Seus estudos foram conduzidos pelo pai, James Mill, um filósofo associado à doutrina utilitarista e que teve projeção como autor do conceito, mais tarde usado por Marx, de que o valor de uma coisa depende da quantidade de trabalho nela depositada. O tutor era obcecado pela instrução do pupilo. “Não recordo quando comecei a aprender grego. Disseram-me que eu tinha então três anos”, escreve John. Aos oito, já estava familiarizado com os diálogos de Platão.
Dois anos mais tarde começou a aprender latim. Devorava os clássicos enquanto, ainda pré-adolescente, estudava Adam Smith, “para descobrir o que havia de falacioso nos argumentos”. Descontada a precocidade desmedida, aí residiam as virtudes. Não se tratava, porém, de um ensino totalmente desinteressado.
O pai o elegera – este o vício – para ser o mais brilhante porta-vos do utilitarismo, do qual ele próprio era divulgador. Proposto por seu amigo Jeremy Bentham, o princípio prescreve a busca da maior felicidade do maior número, uma espécie de hedonismo altruísta. John Stuart Mill, no entanto, não estava nada feliz.
Desprezado como intelectual fabricado e sem opinião própria, sentiu, aos vinte anos, o coração e a mente cobrarem os excessos a que fora submetido. Entrou em depressão, da qual só sairia ajudado pelos versos de Wordsworth. Considerado herdeiro de David Ricardo e o último autor da escola clássica da economia política, Mill construiu uma obra que ainda hoje tem ressonância, em que pese a superação do utilitarismo (que ele, afinal, não renegou, reformando-o).

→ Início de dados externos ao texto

package org.lodestep.rig;

import static org.junit.jupiter.api.Assertions.assertEquals;
import static org.junit.jupiter.api.Assertions.assertNotNull;
import static org.junit.jupiter.api.Assertions.assertTrue;

import java.nio.charset.StandardCharsets;
import java.util.ArrayList;
import java.util.LinkedHashMap;
import java.util.List;
import java.util.Map;
import java.util.Random;

import org.junit.jupiter.api.Test;

/**
 * Property tests of the rig's command parser and of a whole rig session under hostile commands, from seeded
 * generators: a fixed number of cases, so each test ends by construction.
 */
class CommandTextFuzzTest {

    private static final String[] VERBS = {"HELLO", "CAPS", "PING", "RES", "INS", "STEP", "EMF", "SWEEP", "RESEND",
        "STOP", "SAFE", "BYE", "res", "FROB", ""};
    private static final String[] KEYS = {"lead", "volts", "token", "seconds", "ms", "rate_hz", "pairs", "from", "to",
        "microsteps", "seq", "minor", "dir", "x", "Volts", "volts "};
    private static final String[] VALUES = {"1", "2", "500", "1e3", "5.0E-4", "-1", "+1", ".5", "5.", "0x10", "NaN",
        "Infinity", "1-2,3-4", "1-1", "99999999999999999999", "", "=", "fwd", "ABCD"};

    private static byte[] randomBytes(Random r) {
        byte[] b = new byte[r.nextInt(r.nextInt(20) == 0 ? 4096 : 60)];
        r.nextBytes(b);
        return b;
    }

    private static String randomCommand(Random r) {
        StringBuilder b = new StringBuilder(VERBS[r.nextInt(VERBS.length)]);
        int words = r.nextInt(4);
        for (int i = 0; i < words; i++) {
            b.append(r.nextInt(10) == 0 ? "  " : " ").append(r.nextBoolean() ? Integer.toString(r.nextInt(12))
                    : VALUES[r.nextInt(VALUES.length)]);
        }
        int keys = r.nextInt(5);
        for (int i = 0; i < keys; i++) {
            b.append(' ').append(KEYS[r.nextInt(KEYS.length)]).append('=').append(VALUES[r.nextInt(VALUES.length)]);
        }
        return b.toString();
    }

    @Test
    void anyPayloadEitherParsesOrIsRefusedWithAShortReason() {
        Random r = new Random(1202L);
        for (int c = 0; c < 20_000; c++) {
            byte[] payload = c % 2 == 0 ? randomBytes(r) : randomCommand(r).getBytes(StandardCharsets.US_ASCII);
            try {
                CommandText t = CommandText.parse(payload);
                assertTrue(!t.verb().isEmpty() && t.verb().indexOf(' ') < 0, "case " + c);
            } catch (CommandException e) {
                assertEquals(RigError.BAD_ARGUMENT, e.error());
                assertTrue(e.getMessage().length() <= 120, e.getMessage());
            }
        }
    }

    @Test
    void wellFormedCommandsRoundTrip() throws Exception {
        Random r = new Random(42L);
        for (int c = 0; c < 5000; c++) {
            List<String> words = new ArrayList<>(List.of(new String[] {"RES", "INS", "SWEEP"}[r.nextInt(3)]));
            for (int i = 0; i < r.nextInt(3); i++) {
                words.add(Integer.toString(r.nextInt(1000)));
            }
            Map<String, String> kv = new LinkedHashMap<>();
            for (int i = 0; i < r.nextInt(4); i++) {
                kv.put("k" + i, Double.toString(r.nextGaussian() * Math.pow(10, r.nextInt(20) - 10)));
            }
            StringBuilder b = new StringBuilder(String.join(" ", words));
            kv.forEach((k, v) -> b.append(' ').append(k).append('=').append(v));
            CommandText t = CommandText.parse(b.toString().getBytes(StandardCharsets.US_ASCII));
            for (int i = 0; i < words.size(); i++) {
                assertEquals(words.get(i), t.word(i));
            }
            for (Map.Entry<String, String> e : kv.entrySet()) {
                // Java's own number text (5.0E-4, 1.0E10) is inside the protocol's number grammar
                assertEquals(Double.parseDouble(e.getValue()), t.number(e.getKey(), -Double.MAX_VALUE,
                        Double.MAX_VALUE));
            }
        }
    }

    @Test
    void everythingTheNumberGrammarAcceptsIsAFiniteOrHugeDecimal() {
        Random r = new Random(3L);
        String alphabet = "0123456789.eE+-xX";
        for (int c = 0; c < 50_000; c++) {
            StringBuilder b = new StringBuilder();
            for (int i = 0; i < 1 + r.nextInt(8); i++) {
                b.append(alphabet.charAt(r.nextInt(alphabet.length())));
            }
            String s = b.toString();
            if (CommandText.NUMBER.matcher(s).matches()) {
                Double.parseDouble(s); // never throws for a string the grammar accepts
                assertTrue(!s.startsWith("+") && !s.startsWith(".") && !s.endsWith("."), s);
            }
        }
    }

    @Test
    void aRigSessionSurvivesHostileCommandsAndAnswersEachOnce() throws Exception {
        Transports.SimLink link = Transports.openSim("sim:bench-4");
        FrameReader in = new FrameReader(link.host());
        Random r = new Random(77L);
        link.host().write(FrameCodec.encode(Frame.text(Frame.COMMAND, 1, "HELLO 1")));
        assertNotNull(in.next(2000));
        for (int c = 0; c < 400; c++) {
            int tag = 2 + c % 250;
            byte[] payload = c % 3 == 0 ? randomBytes(r) : randomCommand(r).getBytes(StandardCharsets.US_ASCII);
            String text = new String(payload, StandardCharsets.US_ASCII);
            if (text.startsWith("STEP") || text.startsWith("EMF") || text.startsWith("SWEEP")
                    || text.startsWith("BYE") || text.startsWith("HELLO") || text.startsWith("INS FIRE")) {
                continue; // streams and dwells are exercised by the conformance kit; BYE and HELLO end the session
            }
            link.host().write(FrameCodec.encode(new Frame(Frame.COMMAND, tag, payload)));
            Frame f = null;
            while (f == null) {
                Frame g = in.next(5000);
                assertNotNull(g, "no answer to case " + c + ": " + CommandText.echo(text));
                if (g.tag() == tag) {
                    f = g;
                }
            }
            assertTrue(f.type() == Frame.REPLY || f.type() == Frame.ERROR || f.type() == Frame.BLOCK
                    || f.type() == Frame.END, "case " + c);
            if (f.type() == Frame.ERROR) {
                assertTrue(f.payload().length <= 256, "error of " + f.payload().length + " bytes");
            }
        }
        link.host().write(FrameCodec.encode(Frame.text(Frame.COMMAND, 253, "PING")));
        Frame last = in.next(2000);
        while (last != null && last.tag() != 253) {
            last = in.next(2000);
        }
        assertNotNull(last, "the rig still answers");
        assertEquals("OK", last.text());
    }
}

Trata-se de autor incontornável para quem estuda a evolução do ideário progressista, uma vez que, à par a produção teórica, destacou-se pela defesa entusiasmada da democracia (mesmo lhe reconhecendo as limitações) e dos direitos da mulher, inclusive o de voltar. Dono de escrita cristalina e envolvente, Mill deixa com a autobiografia o testemunho de um homem que se esforçou para superar o humanismo de que foi depositário – apenas para reconquistá-lo, juntamente com o sentido de autonomia.